Maturing megakaryocytes, like other granulated cells, contain an abundance of ribosomes and rough endoplasmic reticulum, where protein synthesis occurs. During this phase of megakaryocyte development, the cytoplasm fills with cytoskeletal proteins, platelet-specific receptors and secretory granules, and normal cellular organelles such as mitochondria and lysosomes. A hallmark of mature megakaryocytes is their abundance of platelet-specific secretory granules. The two specific granules destined for platelets are α-granules and dense granules. α-Granules, the more abundant (approximately 40 to 80 per platelet) and larger of the two (200 to 500 nm in diameter), contain proteins that enhance platelet adhesion, promote cell-cell interactions, regulate angiogenesis, and stimulate vascular repair. α-Granules store matrix proteins and contain GP receptors in their membranes ( Fig. 123.4A ). The bulk of cellular P-selectin and a portion of α _IIb β ₃ and the GPIb/IX/V complex, a receptor for von Willebrand factor (vWF), are expressed in the membranes of α-granules. Adhesion molecules within the granules include, but are not limited to, vWF, fibrinogen, fibronectin, vitronectin, and thrombospondin. α-Granule proteins can be derived from different sources. Some proteins, such as α-thromboglobulin and vWF, are synthesized by megakaryocytes. However, fibrinogen, also a major component of α-granules, is not synthesized by megakaryocytes and is instead taken up from plasma by an endocytic mechanism requiring fibrinogen binding to α _IIb β ₃ . Although little is known about the intracellular trafficking of proteins in megakaryocytes, experiments using cryosectioning and immunoelectron microscopy suggest that multivesicular bodies are an essential intermediate stage in the formation of platelet α-granules. During megakaryocyte development, large (≈0.5 μm) multivesicular bodies undergo a gradual transition from granules containing 30 to 70 nm internal vesicles to granules containing secretion concentrates.

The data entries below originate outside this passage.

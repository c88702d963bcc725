import type { Region } from '../geometry/point.ts';
import { entriesOfRoom } from './derive/entries-of-room.ts';
import { roomRegion } from './derive/room-region.ts';
import { roomsOfStorey } from './derive/rooms-of-storey.ts';
import { entryViolations } from './invariants/entry-violations.ts';
import { openingViolations } from './invariants/opening-violations.ts';
import { planViolations } from './invariants/plan-violations.ts';
import { referenceViolations } from './invariants/reference-violations.ts';
import { roomShapeViolation } from './invariants/room-shape-violations.ts';
import type { Violation } from './invariants/violation.ts';
import type { Entry, Room, SurveyDocument } from './survey-document.ts';

/**
 * The rules of the survey document that do not hold, most basic first: rows that are there, outlines, rooms against one
 * another, openings, contents. A storey's later rules are looked at only when its earlier ones hold, because they rest on
 * them.
 *
 * @param storeyIds the storeys to check; all of them, and entries without a room, when left out
 */
export function checkInvariants(document: SurveyDocument, storeyIds?: Iterable<string>): Violation[] {
  if (storeyIds !== undefined) return [...storeyIds].flatMap((id) => checkStorey(document, id));
  const all = new Set(document.storeys.keys());
  for (const { storey_id } of [
    ...document.rooms.values(),
    ...document.corners.values(),
    ...document.openings.values(),
  ]) {
    all.add(storey_id);
  }
  const homeless = [...document.entries.values()].filter((entry) => !document.rooms.has(entry.room_id));
  return [...[...all].flatMap((id) => checkStorey(document, id)), ...entryViolations(document, homeless)];
}

function checkStorey(document: SurveyDocument, storeyId: string): Violation[] {
  const references = referenceViolations(document, storeyId);
  if (references.length > 0) return references;
  const rooms = roomsOfStorey(document, storeyId);
  const shapes = rooms.flatMap((room) => roomShapeViolation(document, room) ?? []);
  if (shapes.length > 0) return shapes;
  const plan = planViolations(document, storeyId);
  if (plan.length > 0) return plan;
  return [...openingViolations(document, storeyId), ...rooms.flatMap((room) => contentsViolations(document, room))];
}

/** Contents found to be in order, by the region they stand in: neither changes without becoming another object. */
const inOrder = new WeakMap<Region, readonly Entry[]>();

function contentsViolations(document: SurveyDocument, room: Room): Violation[] {
  const region = roomRegion(document.corners, room);
  const entries = entriesOfRoom(document, room.id);
  if (region === null || inOrder.get(region) === entries) return [];
  const found = entryViolations(document, entries);
  if (found.length === 0) inOrder.set(region, entries);
  return found;
}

The second and smaller type of platelet granule is the dense granule. Platelets contain relatively few dense granules (approximately 4 to 6 per platelet), which are approximately 150 nm in diameter. Dense granules have electron opaque cores, which give them a bull’s-eye appearance, and function primarily to recruit additional platelets to sites of vascular injury. Dense granules contain soluble activating agents, such as serotonin and adenosine diphosphate (ADP), as well as divalent cations. A novel electron-dense tubular system–related compartment called the T-granule has been described in platelets. The T-granules contain Toll-like receptor 9 (TLR9), which links the innate and adaptive immune response during infectious inflammation. TLR9 colocalizes with protein disulfide isomerase, a vascular thiol isomerase, and is associated with either vesicle-associated membrane protein (VAMP) 7 or VAMP 8. T-granules are believed to be a remnant of the endoplasmic reticulum and are derived from the dense tubular system.

When the megakaryocyte reaches a certain point of maturation, proplatelet production begins, and granules are sent into the proplatelets, destined for platelets.